There were other movies like Troy, King Arthur, and 300, and though The Lord of the Rings films were fantasy, they did still have the sort of scale and combat (sometimes) found in more traditional sword-and-sandals movies. Into the 2010s and 2020s, though, public interest seems to have faded, but time will tell whether they come back to question whether viewers are or are not entertained by them once more.

2 Live-action Family Films

Mike Myers, The Cat in the Hat
Image via Universal Pictures

There used to be just as many live-action family films coming out in the 1980s and 1990s as there were animated family films; maybe even more. Certain actors like Eddie Murphy, Jim Carrey, and Robin Williams proved popular among different age demographics, with plenty of live-action films being mostly suitable for all ages.

It might not be possible to blame it entirely on 2000's Grinch movie or 2003's The Cat in the Hat, but there was something off about the two, and around the same time, DreamWorks and Pixar were becoming increasingly dominant within the market for family movies.
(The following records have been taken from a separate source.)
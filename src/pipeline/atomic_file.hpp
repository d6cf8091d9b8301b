#pragma once
// Small text outputs (reports) written like the rasters: to a temporary name, renamed on success.
#include <string>

namespace habcast {

/// Writes `content` to `path` via a temporary file in the same folder. Throws IoError naming the path.
void write_file_atomically(const std::string& path, const std::string& content);

}  // namespace habcast
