// --- External drift raster, held in memory -----------------------------------------
struct KrigingEngine::External {
  std::vector<double> data;
  std::int64_t nx = 0, ny = 0;
  double gt[6] = {};
  bool has_nodata = false;
  double nodata = 0;
  std::string crs_wkt;

  // The value of the cell holding (x, y); NaN outside or on nodata.
  double at(double x, double y) const {
    const double col = (x - gt[0]) / gt[1];
    const double row = (y - gt[3]) / gt[5];
    if (!(col >= 0) || !(row >= 0) || col >= static_cast<double>(nx) ||
        row >= static_cast<double>(ny))
      return kNaN;
    const double v = data[static_cast<std::size_t>(row) * static_cast<std::size_t>(nx) +
                          static_cast<std::size_t>(col)];
    return (has_nodata && v == nodata) || !std::isfinite(v) ? kNaN : v;
  }
};

bool KrigingOptions::is_valid(int dimension, const CovarianceModel& model, std::string* why) const {
  auto fail = [why](const std::string& text) {
    if (why) *why = text;
    return false;
  };
  if (method == KrigingMethod::simple && !model.has_sill())
    return fail(
        "a power model has no sill, so it has no covariance: simple kriging needs one "
        "(use --method ordinary)");
  if (method == KrigingMethod::simple && !external_drift.empty())
    return fail("--external-drift needs --method ordinary or universal");
  if (method != KrigingMethod::universal && drift != Drift::none)
    return fail("--drift needs --method universal");
  if (!std::isnan(mean) && method != KrigingMethod::simple)
    return fail("--mean is for --method simple only");
  if (!std::isnan(mean) && !std::isfinite(mean)) return fail("--mean must be a finite number");
  if (transform.kind == Transform::normal_score)
    return fail(
        "kriging of normal scores is not offered (it needs a simulation to be back-"
        "transformed): compute the variogram with --transform log or none");
  if (transform.kind == Transform::log && !std::isfinite(transform.log_offset))
    return fail("the log offset must be a finite number");
  if (transform.kind == Transform::log &&
      (method == KrigingMethod::universal || !external_drift.empty()))
    return fail(
        "--transform log is supported with simple and ordinary kriging only (the "
        "unbiased back-transform of docs/kriging.md is defined for those)");
  if (!block.empty()) {
    if (static_cast<int>(block.size()) != dimension)
      return fail("--block takes " + std::string(dimension == 3 ? "DX,DY,DZ" : "DX,DY") + " for " +
                  std::to_string(dimension) + "D data");
    for (double b : block)
      if (!(b > 0) || !std::isfinite(b)) return fail("--block sizes must be positive");
  }
  if (!discretise.empty()) {
    if (block.empty()) return fail("--discretise needs --block");
    if (static_cast<int>(discretise.size()) != dimension)
      return fail("--discretise takes one count per axis (" + std::to_string(dimension) + ")");
    long total = 1;
    for (int d : discretise) {
      if (d < 1 || d > 64) return fail("--discretise counts must be between 1 and 64");
      total *= d;
    }
    if (total > 4096) return fail("--discretise gives more than 4096 points per block");
  }
  if (!std::isnan(threshold)) {
    if (!std::isfinite(threshold)) return fail("--threshold must be a finite number");
    if (transform.kind == Transform::log && !transform.accepts(threshold))
      return fail("--threshold must be above " + fmt(-transform.log_offset) + " with " +
                  transform.describe() + " (its log must be defined)");
  }
  // Each thread holds its own workspace: a typo such as 100000 would try to
  // start that many threads before any work.
  if (threads < 0 || threads > kMaxThreads)
    return fail("--threads must be between 0 (every core) and " + std::to_string(kMaxThreads));
  return true;
}

void KrigingSummary::count(NodeEstimate::Status s) {
  ++targets;
  switch (s) {
    case NodeEstimate::Status::ok:
      ++estimated;
      break;
    case NodeEstimate::Status::too_few_neighbours:
      ++too_few_neighbours;
      break;
    case NodeEstimate::Status::singular:
      ++singular;
      break;
    case NodeEstimate::Status::drift_unresolved:
      ++drift_unresolved;
      break;
    case NodeEstimate::Status::outside_drift:
      ++outside_drift;
      break;
  }
}
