// Stops at the first top-level key: "rows" means a variogram document.
class TopLevelKeys : public nlohmann::json_sax<json> {
 public:
  bool variogram = false;
  bool null() override { return true; }
  bool boolean(bool) override { return true; }
  bool number_integer(number_integer_t) override { return true; }
  bool number_unsigned(number_unsigned_t) override { return true; }
  bool number_float(number_float_t, const string_t&) override { return true; }
  bool string(string_t&) override { return true; }
  bool binary(binary_t&) override { return true; }
  bool start_object(std::size_t) override {
    ++depth_;
    return true;
  }
  bool end_object() override {
    --depth_;
    return true;
  }
  bool start_array(std::size_t) override {
    return depth_++ > 0;  // a top-level array is not a variogram document: stop
  }
  bool end_array() override {
    --depth_;
    return true;
  }
  bool key(string_t& k) override {
    if (depth_ != 1) return true;
    if (k == "rows") variogram = true;
    return !(variogram || k == "type" || k == "features");  // decided: stop reading
  }
  bool parse_error(std::size_t, const std::string&, const nlohmann::detail::exception&) override {
    return false;
  }

 private:
  int depth_ = 0;
};

std::string direction_label(const VariogramRow& r) {
  if (!r.azimuth && !r.dip) return "omnidirectional";
  std::string label;
  if (r.azimuth) label = "azimuth " + cell(*r.azimuth);
  if (r.dip) label += (label.empty() ? "" : ", ") + std::string("dip ") + cell(*r.dip);
  return label;
}

}  // namespace

std::string variogram_to_csv(const EmpiricalVariogram& v) {
  std::string out;
  for (const char* c : kColumns) out += std::string(c) + ",";
  out += value_column(v.options.statistic) + ",";
  out += std::string(kTransformColumns[0]) + "," + kTransformColumns[1] + "\n";
  const Transform kind = v.options.transform;
  const std::string transform =
      std::string(name_of(kind)) + "," + (kind == Transform::log ? cell(v.options.log_offset) : "");
  for (const auto& r : v.rows)
    out += cell(r.azimuth) + "," + cell(r.dip) + "," + cell(r.lag_from) + "," + cell(r.lag_to) +
           "," + cell(r.mean_distance) + "," + std::to_string(r.pairs) + "," + cell(r.value) + "," +
           transform + "\n";
  return out;
}

std::string variogram_to_json(const EmpiricalVariogram& v) {
  const VariogramOptions& o = v.options;
  json j;
  j["sillstone"] = version();
  j["source"] = v.source;
  j["value"] = v.value;
  j["dimension"] = v.dimension;
  j["samples"] = v.summary.samples;
  j["mean"] = number(v.summary.mean);
  j["variance"] = number(v.summary.variance);
  j["settings"] = {
      {"statistic", name_of(o.statistic)},
      {"estimator", name_of(o.estimator)},
      {"transform", name_of(o.transform)},
      {"log_offset", number(o.transform == Transform::log ? o.log_offset : std::nan(""))},
      {"lag", o.lag},
      {"lags", o.lags},
      {"max_distance", o.max_distance},
      {"azimuths", o.azimuths},
      {"angle_tolerance", o.azimuths.empty() ? json() : json(o.angle_tolerance)},
      {"bandwidth", number(o.bandwidth)},
      {"dips", o.dips},
      {"dip_tolerance", o.dips.empty() ? json() : json(o.dip_tolerance)},
      {"vertical_bandwidth", number(o.vertical_bandwidth)}};
  json rows = json::array();
  const std::string key = value_column(o.statistic);
  for (const auto& r : v.rows)
    rows.push_back({{"azimuth", number(r.azimuth)},
                    {"dip", number(r.dip)},
                    {"lag_from", r.lag_from},
                    {"lag_to", r.lag_to},
                    {"mean_distance", number(r.mean_distance)},
                    {"pairs", r.pairs},
                    {key, number(r.value)}});
  j["rows"] = rows;
  if (o.transform == Transform::normal_score)
    j["normal_score_table"] = {{"values", v.normal_scores.values},
                               {"scores", v.normal_scores.scores}};
  j["notes"] = v.summary.notes;
  j["warnings"] = v.summary.warnings;
  return j.dump(2);
}

void write_variogram_text(std::ostream& out, const EmpiricalVariogram& v) {
  const VariogramOptions& o = v.options;
  out << "Variogram of '" << v.value << "'";
  if (!v.source.empty()) out << " (" << v.source << ")";
  out << "\n";
  out << "Statistic  " << name_of(o.statistic);
  if (o.statistic == VariogramStatistic::semivariance)
    out << ", " << name_of(o.estimator) << " estimator";
  out << "; transform " << v.summary.transform << "\n";
  out << "Samples    " << v.summary.samples << " (" << v.dimension << "D), mean "
      << format_for_people(v.summary.mean, 6) << ", variance "
      << format_for_people(v.summary.variance, 6) << "\n";
  out << "Lags       " << o.lags << " classes of " << cell(o.lag) << " to " << cell(o.max_distance)
      << "\n";
  if (v.summary.threads > 0)
    out << "Pairs      " << v.summary.pairs << " counted in "
        << format_for_people(v.summary.seconds, 3) << " s on " << v.summary.threads
        << " thread(s)\n";
  if (!o.azimuths.empty()) {
    out << "Directions angle tolerance " << cell(o.angle_tolerance);
    if (std::isfinite(o.bandwidth)) out << ", bandwidth " << cell(o.bandwidth);
    out << "\n";
  }
  if (!o.dips.empty()) {
    out << "Dips       dip tolerance " << cell(o.dip_tolerance);
    if (std::isfinite(o.vertical_bandwidth))
      out << ", vertical bandwidth " << cell(o.vertical_bandwidth);
    out << "\n";
  }
  const std::string key = value_column(o.statistic);
  std::string current = "\x01";
  for (const auto& r : v.rows) {
    const std::string label = direction_label(r);
    if (label != current) {
      current = label;
      out << "\n"
          << label << "\n"
          << std::right << std::setw(12) << "lag_from" << std::setw(12) << "lag_to" << std::setw(15)
          << "mean_distance" << std::setw(10) << "pairs" << std::setw(15) << key << "\n";
    }
    auto fmt = [](double x) { return format_for_people(x, 6); };
    out << std::setw(12) << fmt(r.lag_from) << std::setw(12) << fmt(r.lag_to) << std::setw(15)
        << fmt(r.mean_distance) << std::setw(10) << r.pairs << std::setw(15) << fmt(r.value)
        << "\n";
  }
}

void write_variogram(const std::string& path, const EmpiricalVariogram& v, bool overwrite) {
  const std::string ext = extension_of(path);
  if (ext != ".csv" && ext != ".json")
    throw InputError(kComponent, path + ": the variogram is written as .csv or .json");
  const std::string text = ext == ".csv" ? variogram_to_csv(v) : variogram_to_json(v) + "\n";
  write_atomically(path, overwrite, [&text](const std::string& temporary) {
    std::ofstream out(temporary, std::ios::binary);
    out << text;
    out.close();
    if (!out) throw std::runtime_error(temporary + ": writing failed");
  });
}

bool is_variogram_table(const std::string& path) {
  refuse_special_input(path, kComponent, "INPUT");  // before the read that a FIFO would block
  std::ifstream in(path, std::ios::binary);
  if (!in) return false;
  char c = 0;
  while (in.get(c) && std::isspace(static_cast<unsigned char>(c))) {
  }
  if (!in) return false;
  if (c == '{') {
    in.unget();
    TopLevelKeys keys;
    json::sax_parse(in, &keys);
    return keys.variogram;
  }
  in.unget();
  std::string line;
  std::getline(in, line);
  if (!line.empty() && line.back() == '\r') line.pop_back();
  const std::vector<std::string> f = split(line);
  for (std::size_t k = 0; k < 6; ++k)
    if (k >= f.size() || f[k] != kColumns[k]) return false;
  return true;
}
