SampleSet make_set(const std::vector<Point>& pts, const std::vector<double>& values, int dim = 2) {
  SampleSet s;
  s.source = "test";
  s.dimension = dim;
  s.points = pts;
  s.values = {values};
  s.censored = {std::vector<unsigned char>(values.size(), 0)};
  s.value_names = {"v"};
  for (std::size_t i = 0; i < pts.size(); ++i) {
    s.ids.push_back("line " + std::to_string(i + 2));
    s.row_numbers.push_back(static_cast<std::int64_t>(i + 2));
  }
  return s;
}

NeighbourhoodOptions global() {
  NeighbourhoodOptions n;
  n.global = true;
  return n;
}

// The same system solved the plain way: the full bordered matrix, dense LU.
struct Dense {
  Eigen::VectorXd weights;
  double estimate, variance;
};
Dense dense_solve(const CovarianceModel& m, const std::vector<Point>& pts,
                  const std::vector<double>& z, const Point& t, int drift_terms, double mean = 0) {
  const auto n = static_cast<Eigen::Index>(pts.size());
  const Eigen::Index p = drift_terms;
  Eigen::MatrixXd a = Eigen::MatrixXd::Zero(n + p, n + p);
  Eigen::VectorXd b = Eigen::VectorXd::Zero(n + p);
  for (Eigen::Index i = 0; i < n; ++i) {
    for (Eigen::Index j = 0; j < n; ++j)
      a(i, j) = m.covariance(pts[i].x - pts[j].x, pts[i].y - pts[j].y);
    b(i) = m.covariance(pts[i].x - t.x, pts[i].y - t.y);
    const double f[3] = {1, pts[i].x, pts[i].y};
    for (Eigen::Index c = 0; c < p; ++c) a(i, n + c) = a(n + c, i) = f[c];
  }
  const double f0[3] = {1, t.x, t.y};
  for (Eigen::Index c = 0; c < p; ++c) b(n + c) = f0[c];
  const Eigen::VectorXd x = a.fullPivLu().solve(b);
  Dense d;
  d.weights = x.head(n);
  d.estimate = p == 0 ? mean : 0;
  for (Eigen::Index i = 0; i < n; ++i)
    d.estimate +=
        x(i) * (p == 0 ? z[static_cast<std::size_t>(i)] - mean : z[static_cast<std::size_t>(i)]);
  d.variance = m.covariance(0, 0) - x.head(n).dot(b.head(n)) - x.tail(p).dot(b.tail(p));
  return d;
}

}  // namespace

// Isaaks & Srivastava (1989), An Introduction to Applied Geostatistics,
// ch. 12: ordinary kriging of seven samples with the covariance 10 exp(-0.3h)
// (exponential, sill 10, practical range 10, no nugget). The published
// weights, estimate and variance are recalled from memory; the dense solve
// below confirms them independently.
TEST_CASE("the ordinary kriging worked example of Isaaks & Srivastava (1989)", "[kriging]") {
  const std::vector<Point> pts = {{61, 139, 0}, {63, 140, 0}, {64, 129, 0}, {68, 128, 0},
                                  {71, 140, 0}, {73, 141, 0}, {75, 128, 0}};
  const std::vector<double> z = {477, 696, 227, 646, 606, 791, 783};
  const CovarianceModel model = parse_model_spec("10 exponential(range=10)");
  const SampleSet s = make_set(pts, z);
  const KrigingEngine engine(s, model, {}, global());
  auto ws = engine.make_workspace();
  std::vector<std::pair<std::uint32_t, double>> w;
  const NodeEstimate e = engine.estimate({65, 137, 0}, *ws, -1, 0, &w);
  REQUIRE(e.ok());
  const double published[7] = {0.173, 0.318, 0.129, 0.086, 0.151, 0.057, 0.086};
  REQUIRE(w.size() == 7);
  for (const auto& [i, weight] : w) CHECK(weight == Approx(published[i]).margin(0.0006));
  CHECK(e.estimate == Approx(592.7).margin(0.05));
  CHECK(e.variance == Approx(8.96).margin(0.005));

  const Dense d = dense_solve(model, pts, z, {65, 137, 0}, 1);
  CHECK(e.estimate == Approx(d.estimate).epsilon(1e-12));
  CHECK(e.variance == Approx(d.variance).epsilon(1e-12));
}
Live-action movies aimed at kids/families are far rarer in the 2020s than they were in the 1980s to the early 2000s, meaning it's a sub-genre (of sorts) that feels unfashionable at the moment.

1 Zombie Movies

A horde of zombies coming at the camera in Dawn of the Dead
Image via United Film Distribution Company

Hey hey, my my, appropriately enough, the zombie genre will never die... not fully, at least. It was made popular by George Romero's original films released throughout the 1960s, 70s, and 80s, and then boomed in the 2000s, thanks to films like 28 Days Later and Shaun of the Dead.

Maybe it was the long-running nature of The Walking Dead on TV that made fatigue set in, and zombie movies/shows have become a little less large-scale and popular than they once were. But out of fashion doesn't mean dead, and zombie fiction still seems here to stay in some capacity, even if the 2000s heyday of the genre seems quite a while ago now.